La Asunción vivía sola porque se
había quedado viuda y no tenía hijos. La soledad le era engorrosa y pesada.
Ella, que toda la vida se había distinguido por un carácter jovial y
comunicativo, ahora se encontraba desamparada, como un islote en medio del
océano. Tuvo que hacer grandes esfuerzos para reconciliarse con la nueva
situación y no se perdía ninguna ocasión para salir y comunicarse; y cuando no
podía más, el teléfono le servía de salvavidas. Como sea que tenía el recurso
de la fe, fue aprendiendo, a duras penas, que su soledad era más aparente que
real. Su interior -pensaba a veces- podía ser un lugar de encuentro
maravilloso. Como si dijéramos: un punto de cita.
En ningún momento dejó de mantener
sus relaciones habituales, aunque aprendió a relativizar su importancia. Dicho
y hecho, las relaciones, diríamos rutinarias, eran necesariamente esporádicas
y, a menudo, superficiales. Verdaderamente, la necesidad compulsiva de
compañerismo ¿no era una excusa disimulada para no encontrarse cara a cara con
una realidad más profunda, que podía tener lugar en su interior?
Asunción era una mujer espabilada y
había recibido, de jovencita, una buena formación incluso cristiana, aunque
envuelta en una atmósfera de temor; cosa que le hacía difícil poderse sentir
acompañada amistosamente por la presencia de Dios. Ahora tenía mucho tiempo
libre, y la televisión -que apagaba cada día a una hora establecida, para rezar
devotamente el Rosario- le acababa resultando insoportable.
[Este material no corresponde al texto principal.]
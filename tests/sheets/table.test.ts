import fc from 'fast-check';
import { describe, expect, test } from 'vitest';
import { aligned, columnGroups } from '../../src/sheets/table.ts';

describe('an aligned table', () => {
  test('puts names to the left and numbers to the right, without blanks at the end', () => {
    expect(
      aligned(
        [
          ['stream', 'kmol/h'],
          ['S1', '6500.00'],
          ['S10', ''],
        ],
        { indent: 2 },
      ),
    ).toEqual(['  stream   kmol/h', '  S1      6500.00', '  S10']);
  });

  test('splits its columns into groups that fit, none lost and none twice', () => {
    fc.assert(
      fc.property(
        fc.array(fc.string({ maxLength: 30 }), { minLength: 1, maxLength: 20 }),
        fc.nat(120),
        (heads, width) => {
          const rows = [['name', ...heads]];
          const groups = columnGroups(rows, width);
          expect(groups.flatMap((group) => group.slice(1))).toEqual(heads.map((_, index) => index + 1));
          for (const group of groups) {
            const used = group.reduce((sum, column) => sum + [...rows[0]![column]!].length + 2, -2);
            expect(used <= width || group.length === 2).toBe(true);
          }
        },
      ),
    );
  });
});
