/**
 * Is a text well-formed XML, as strictly as a drawing needs it: one root, every tag closed in order, attributes quoted
 * and not given twice, only the five named entities, no character that XML 1.0 forbids? Hands back the names of the
 * elements and the text in them; throws where it is not.
 */
export function parseXml(source: string): { elements: string[]; texts: string[] } {
  // biome-ignore lint/suspicious/noControlCharactersInRegex: exactly those are forbidden
  const forbidden = /[\u0000-\u0008\u000b\u000c\u000e-\u001f\ufffe\uffff]|\p{Cs}/u;
  if (forbidden.test(source)) throw new Error('a character that XML forbids');
  const elements: string[] = [];
  const texts: string[] = [];
  const open: string[] = [];
  const token = /<(\/?)([A-Za-z][\w:-]*)((?:\s+[A-Za-z][\w:-]*="[^"<]*")*)\s*(\/?)>|([^<]+)/gy;
  let roots = 0;
  while (token.lastIndex < source.length) {
    const at = token.lastIndex;
    const match = token.exec(source);
    if (match === null) throw new Error(`no XML: ${source.slice(at, at + 60)}`);
    const [, closes, name, attributes = '', empty, text] = match;
    checkEntities(text ?? attributes);
    if (text !== undefined) {
      if (open.length === 0 && text.trim() !== '') throw new Error('text outside the root');
      texts.push(text);
    } else if (closes === '/') {
      if (open.pop() !== name) throw new Error(`</${name}> closes nothing`);
    } else {
      if (open.length === 0) roots++;
      const names = [...attributes.matchAll(/([\w:-]+)="[^"]*"/g)].map((each) => each[1]);
      if (new Set(names).size < names.length) throw new Error(`an attribute given twice:${attributes}`);
      elements.push(name!);
      if (empty !== '/') open.push(name!);
    }
  }
  if (open.length > 0 || roots !== 1) throw new Error(`left open: ${open.join(', ')}; roots: ${roots}`);
  return { elements, texts };
}

function checkEntities(text: string): void {
  if (/&(?!(?:amp|lt|gt|quot|apos);)/.test(text)) throw new Error('a bare &');
}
A veces, enfadada y
decepcionada, apagaba de repente la pequeña pantalla, hasta la hora del
telediario preferido.
Durante aquellos espacios largos de
silencio, solía leer los escritos autobiográficos de Santa Teresa de Lisieux y,
algunas veces, se atrevía a leer, sin mucho entusiasmo, fragmentos del Cántico
Espiritual de San Juan de la Cruz. Poco a poco encontró gusto y se decidió a
leerlo seguidamente. Marcaba con lápiz el punto donde se había detenido y allí
seguía en otro momento. Su lectura era sumamente reposada, lo que aprovechaba
para bajar a su interior, y comparar las experiencias del Santo o de Santa
Teresita con ella misma y su estado de ánimo. Entendió pronto que la más
excelente vía de comunicación con Dios -por no decir la única- es el amor, y
que, de amar, ella era perfectamente capaz. Como el amor entre dos requiere un
cierto aislamiento de cosas y personas, dio gracias a Dios por su situación de
soledad. Sin ella nunca habría tenido la oportunidad de unas vivencias nuevas
que empezaban a brotar tímidamente en la profundidad de su corazón, provocando
un cambio radical de su escala de valores y de su manera de ser.